Work request: Please output the entries below exactly as they are.

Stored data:
╔══

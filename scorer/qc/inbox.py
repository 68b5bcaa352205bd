"""The inbox: find new image files, read what they say about themselves, group them into sessions.

A *session* is the set of one detector's phantom images taken on one day with the same
acquisition settings (kVp, anode, filter): the unit that is scored together and trended.
Files that cannot be scored (unreadable, not an image, processed FOR PRESENTATION, of a
detector the configuration does not know, without an acquisition date) are rejected with a
one-line reason; :func:`quarantine_file` moves them aside with the reason beside them.
"""

from __future__ import annotations

import os
import shutil
from dataclasses import dataclass, field
from pathlib import Path

from scorer.errors import LimenError
from scorer.files import atomic_write_text
from scorer.workflow.headers import read_acquisition_extras, read_image_metadata
from scorer.qc.config import NightlyConfig
from scorer.qc.faults import fault_point

REASON_SUFFIX = ".reason.txt"


@dataclass
class InboxImage:
    """A readable phantom image of a known detector, waiting to be scored."""

    path: str
    sha256: str
    detector: str
    session_date: str  # YYYY-MM-DD
    acquired: str | None = None  # ISO 8601
    detector_id: str | None = None
    device_serial: str | None = None
    station_name: str | None = None
    kvp: float | None = None
    exposure_uas: float | None = None
    anode: str | None = None
    filter: str | None = None
    flags: list[str] = field(default_factory=list)

    @property
    def group_key(self) -> str:
        """Detector, day and settings: images with the same key belong to one session."""
        kvp = "?" if self.kvp is None else f"{self.kvp:g}"
        return f"{self.detector}|{self.session_date}|{kvp} kV|{self.anode or '?'}/{self.filter or '?'}"


@dataclass
class Rejected:
    """A file that cannot be scored, and why (one line)."""

    path: str
    sha256: str | None
    reason: str


def list_files(inbox: Path, exclude: list[Path] = ()) -> list[Path]:
    """Every regular file under ``inbox`` (recursively, sorted), skipping hidden files and ``exclude`` folders."""
    inbox = Path(inbox)
    if not inbox.is_dir():
        raise LimenError("inbox is not a folder", inbox)
    skip = {Path(p).resolve() for p in exclude}
    out = []
    for root, dirs, files in os.walk(inbox):
        r = Path(root)
        dirs[:] = sorted(d for d in dirs if not d.startswith(".") and (r / d).resolve() not in skip)
        out += [r / f for f in sorted(files) if not f.startswith(".") and not f.endswith(REASON_SUFFIX)]
    return out


def examine(path, sha256: str, config: NightlyConfig) -> InboxImage | Rejected:
    """Place one file in its session, or say in one line why it cannot be used.

    A DICOM file whose header is sound (pixel data present, as long as the file) is placed from
    its header alone: decoding is left to the scoring workers, where a file that still fails is
    quarantined and its session re-formed.  Anything else is read fully
    (:func:`scorer.workflow.read_image_metadata`), whose error names the problem.
    """
    path = Path(path)
    try:
        md = read_image_metadata(path)
    except LimenError as exc:
        return Rejected(str(path), sha256, _strip(str(exc), path))
    if md.presentation_intent == "FOR PRESENTATION":
        return Rejected(
            str(path),
            sha256,
            "FOR PRESENTATION image: processed for display, its pixel values are "
            "not linear in air kerma (export the FOR PROCESSING image)",
        )
    if md.file_format != "dicom":
        return Rejected(
            str(path),
            sha256,
            f"unknown detector: a {md.file_format.upper()} file carries no detector "
            "identification (nightly scoring reads DICOM)",
        )
    det = config.detector_for(md.detector_id, md.device_serial, md.station_name)
    if det is None:
        ids = (
            ", ".join(
                f"{k} {v!r}"
                for k, v in (
                    ("Detector ID", md.detector_id),
                    ("Device Serial Number", md.device_serial),
                    ("Station Name", md.station_name),
                )
                if v
            )
            or "no identifier"
        )
        return Rejected(str(path), sha256, f"unknown detector ({ids}): not in the nightly configuration")
    extra = read_acquisition_extras(path)
    date = (md.acquisition_datetime or "")[:10] or extra.get("content_date")
    if not date or len(date) != 10:
        return Rejected(
            str(path),
            sha256,
            "no acquisition date (Acquisition DateTime, Acquisition Date or "
            "Content Date): cannot tell which session the image belongs to",
        )
    kvp = None if md.kvp is None else round(float(md.kvp), 1)
    img = InboxImage(
        path=str(path),
        sha256=sha256,
        detector=det.name,
        session_date=date,
        acquired=md.acquisition_datetime,
        detector_id=md.detector_id,
        device_serial=md.device_serial,
        station_name=md.station_name,
        kvp=kvp,
        exposure_uas=md.exposure_uas,
        anode=extra.get("anode"),
        filter=extra.get("filter"),
    )
    img.flags = det.expected.check(img.kvp, img.anode, img.filter, img.exposure_uas)
    return img


def _strip(message: str, path: Path) -> str:
    prefix = f"{path}: "
    return message[len(prefix) :] if message.startswith(prefix) else message


def quarantine_file(path, quarantine_dir, reason: str) -> Path | None:
    """Move ``path`` into ``quarantine_dir`` with ``<name>.reason.txt`` (one line) beside it.

    The reason is written first, then the file is moved, so a run killed in between leaves the
    file in the inbox (quarantined again next run), never a quarantined file without a reason.
    Returns the new path, or None when the file had gone already (another run moved it).
    """
    path, qdir = Path(path), Path(quarantine_dir)
    qdir.mkdir(parents=True, exist_ok=True)
    dest = qdir / path.name
    n = 1
    while dest.exists():
        dest = qdir / f"{path.stem}-{n}{path.suffix}"
        n += 1
    note = dest.with_name(dest.name + REASON_SUFFIX)
    atomic_write_text(note, " ".join(reason.split()) + "\n")
    fault_point("quarantine")
    try:
        shutil.move(str(path), str(dest))
    except FileNotFoundError:
        # another run moved it first; when it moved it to the same name, the reason file is that run's (the same
        # reason), so it stays — removing it left a quarantined file without its reason
        if not dest.exists():
            note.unlink(missing_ok=True)
        return None
    return dest
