"""The nightly database's schema version: created on first use, recorded in ``limen_meta``, migrated.

A database written by a later Limen is refused; one written by an earlier one is migrated by
:data:`MIGRATIONS` (none yet).
"""

from __future__ import annotations

from sqlalchemy import insert, select, text, update

from scorer.errors import LimenError
from scorer.qc.engine import display_url
from scorer.qc.tables import Base, MetaRow

SCHEMA_VERSION = 1
#: from-version -> function(connection) bringing the schema to from-version + 1
MIGRATIONS: dict = {}


def ensure_schema(conn, url: str) -> None:
    """Create the tables on first use, check (and migrate) the recorded version, inside ``conn``'s transaction.

    Raises LimenError when the database was written by a later version of Limen.
    """
    if conn.dialect.name == "postgresql":
        conn.execute(text("SELECT pg_advisory_xact_lock(6177001)"))  # one creator at a time
    Base.metadata.create_all(conn)
    row = conn.execute(select(MetaRow.value).where(MetaRow.key == "schema_version")).scalar()
    version = int(row) if row is not None else None
    if version is None:
        conn.execute(insert(MetaRow).values(key="schema_version", value=str(SCHEMA_VERSION)))
    elif version > SCHEMA_VERSION:
        raise LimenError(
            f"database schema version {version} is newer than this Limen's ({SCHEMA_VERSION}); upgrade Limen",
            display_url(url),
        )
    else:
        while version < SCHEMA_VERSION:
            MIGRATIONS[version](conn)
            version += 1
        conn.execute(update(MetaRow).where(MetaRow.key == "schema_version").values(value=str(version)))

╚══

Reply:
filename scorer/qc/inbox.py
repository 68b5bcaa352205bd
"""The inbox: find new image files, read what they say about themselves, group them into sessions.

A *session* is the set of one detector's phantom images taken on one day with the same
acquisition settings (kVp, anode, filter): the unit that is scored together and trended.
Files that cannot be scored (unreadable, not an image, processed FOR PRESENTATION, of a
detector the configuration does not know, without an acquisition date) are rejected with a
one-line reason; :func:`quarantine_file` moves them aside with the reason beside them.
"""

from __future__ import annotations

import os
import shutil
from dataclasses import dataclass, field
from pathlib import Path

from scorer.errors import LimenError
from scorer.files import atomic_write_text
from scorer.workflow.headers import read_acquisition_extras, read_image_metadata
from scorer.qc.config import NightlyConfig
from scorer.qc.faults import fault_point

REASON_SUFFIX = ".reason.txt"


@dataclass
class InboxImage:
    """A readable phantom image of a known detector, waiting to be scored."""

    path: str
    sha256: str
    detector: str
    session_date: str  # YYYY-MM-DD
    acquired: str | None = None  # ISO 8601
    detector_id: str | None = None
    device_serial: str | None = None
    station_name: str | None = None
    kvp: float | None = None
    exposure_uas: float | None = None
    anode: str | None = None
    filter: str | None = None
    flags: list[str] = field(default_factory=list)

    @property
    def group_key(self) -> str:
        """Detector, day and settings: images with the same key belong to one session."""
        kvp = "?" if self.kvp is None else f"{self.kvp:g}"
        return f"{self.detector}|{self.session_date}|{kvp} kV|{self.anode or '?'}/{self.filter or '?'}"


@dataclass
class Rejected:
    """A file that cannot be scored, and why (one line)."""

    path: str
    sha256: str | None
    reason: str


def list_files(inbox: Path, exclude: list[Path] = ()) -> list[Path]:
    """Every regular file under ``inbox`` (recursively, sorted), skipping hidden files and ``exclude`` folders."""
    inbox = Path(inbox)
    if not inbox.is_dir():
        raise LimenError("inbox is not a folder", inbox)
    skip = {Path(p).resolve() for p in exclude}
    out = []
    for root, dirs, files in os.walk(inbox):
        r = Path(root)
        dirs[:] = sorted(d for d in dirs if not d.startswith(".") and (r / d).resolve() not in skip)
        out += [r / f for f in sorted(files) if not f.startswith(".") and not f.endswith(REASON_SUFFIX)]
    return out


def examine(path, sha256: str, config: NightlyConfig) -> InboxImage | Rejected:
    """Place one file in its session, or say in one line why it cannot be used.

    A DICOM file whose header is sound (pixel data present, as long as the file) is placed from
    its header alone: decoding is left to the scoring workers, where a file that still fails is
    quarantined and its session re-formed.  Anything else is read fully
    (:func:`scorer.workflow.read_image_metadata`), whose error names the problem.
    """
    path = Path(path)
    try:
        md = read_image_metadata(path)
    except LimenError as exc:
        return Rejected(str(path), sha256, _strip(str(exc), path))
    if md.presentation_intent == "FOR PRESENTATION":
        return Rejected(
            str(path),
            sha256,
            "FOR PRESENTATION image: processed for display, its pixel values are "
            "not linear in air kerma (export the FOR PROCESSING image)",
        )
    if md.file_format != "dicom":
        return Rejected(
            str(path),
            sha256,
            f"unknown detector: a {md.file_format.upper()} file carries no detector "
            "identification (nightly scoring reads DICOM)",
        )
    det = config.detector_for(md.detector_id, md.device_serial, md.station_name)
    if det is None:
        ids = (
            ", ".join(
                f"{k} {v!r}"
                for k, v in (
                    ("Detector ID", md.detector_id),
                    ("Device Serial Number", md.device_serial),
                    ("Station Name", md.station_name),
                )
                if v
            )
            or "no identifier"
        )
        return Rejected(str(path), sha256, f"unknown detector ({ids}): not in the nightly configuration")
    extra = read_acquisition_extras(path)
    date = (md.acquisition_datetime or "")[:10] or extra.get("content_date")
    if not date or len(date) != 10:
        return Rejected(
            str(path),
            sha256,
            "no acquisition date (Acquisition DateTime, Acquisition Date or "
            "Content Date): cannot tell which session the image belongs to",
        )
    kvp = None if md.kvp is None else round(float(md.kvp), 1)
    img = InboxImage(
        path=str(path),
        sha256=sha256,
        detector=det.name,
        session_date=date,
        acquired=md.acquisition_datetime,
        detector_id=md.detector_id,
        device_serial=md.device_serial,
        station_name=md.station_name,
        kvp=kvp,
        exposure_uas=md.exposure_uas,
        anode=extra.get("anode"),
        filter=extra.get("filter"),
    )
    img.flags = det.expected.check(img.kvp, img.anode, img.filter, img.exposure_uas)
    return img


def _strip(message: str, path: Path) -> str:
    prefix = f"{path}: "
    return message[len(prefix) :] if message.startswith(prefix) else message


def quarantine_file(path, quarantine_dir, reason: str) -> Path | None:
    """Move ``path`` into ``quarantine_dir`` with ``<name>.reason.txt`` (one line) beside it.

    The reason is written first, then the file is moved, so a run killed in between leaves the
    file in the inbox (quarantined again next run), never a quarantined file without a reason.
    Returns the new path, or None when the file had gone already (another run moved it).
    """
    path, qdir = Path(path), Path(quarantine_dir)
    qdir.mkdir(parents=True, exist_ok=True)
    dest = qdir / path.name
    n = 1
    while dest.exists():
        dest = qdir / f"{path.stem}-{n}{path.suffix}"
        n += 1
    note = dest.with_name(dest.name + REASON_SUFFIX)
    atomic_write_text(note, " ".join(reason.split()) + "\n")
    fault_point("quarantine")
    try:
        shutil.move(str(path), str(dest))
    except FileNotFoundError:
        # another run moved it first; when it moved it to the same name, the reason file is that run's (the same
        # reason), so it stays — removing it left a quarantined file without its reason
        if not dest.exists():
            note.unlink(missing_ok=True)
        return None
    return dest
"""The nightly database's schema version: created on first use, recorded in ``limen_meta``, migrated.

A database written by a later Limen is refused; one written by an earlier one is migrated by
:data:`MIGRATIONS` (none yet).
"""

from __future__ import annotations

from sqlalchemy import insert, select, text, update

from scorer.errors import LimenError
from scorer.qc.engine import display_url
from scorer.qc.tables import Base, MetaRow

SCHEMA_VERSION = 1
#: from-version -> function(connection) bringing the schema to from-version + 1
MIGRATIONS: dict = {}


def ensure_schema(conn, url: str) -> None:
    """Create the tables on first use, check (and migrate) the recorded version, inside ``conn``'s transaction.

    Raises LimenError when the database was written by a later version of Limen.
    """
    if conn.dialect.name == "postgresql":
        conn.execute(text("SELECT pg_advisory_xact_lock(6177001)"))  # one creator at a time
    Base.metadata.create_all(conn)
    row = conn.execute(select(MetaRow.value).where(MetaRow.key == "schema_version")).scalar()
    version = int(row) if row is not None else None
    if version is None:
        conn.execute(insert(MetaRow).values(key="schema_version", value=str(SCHEMA_VERSION)))
    elif version > SCHEMA_VERSION:
        raise LimenError(
            f"database schema version {version} is newer than this Limen's ({SCHEMA_VERSION}); upgrade Limen",
            display_url(url),
        )
    else:
        while version < SCHEMA_VERSION:
            MIGRATIONS[version](conn)
            version += 1
        conn.execute(update(MetaRow).where(MetaRow.key == "schema_version").values(value=str(version)))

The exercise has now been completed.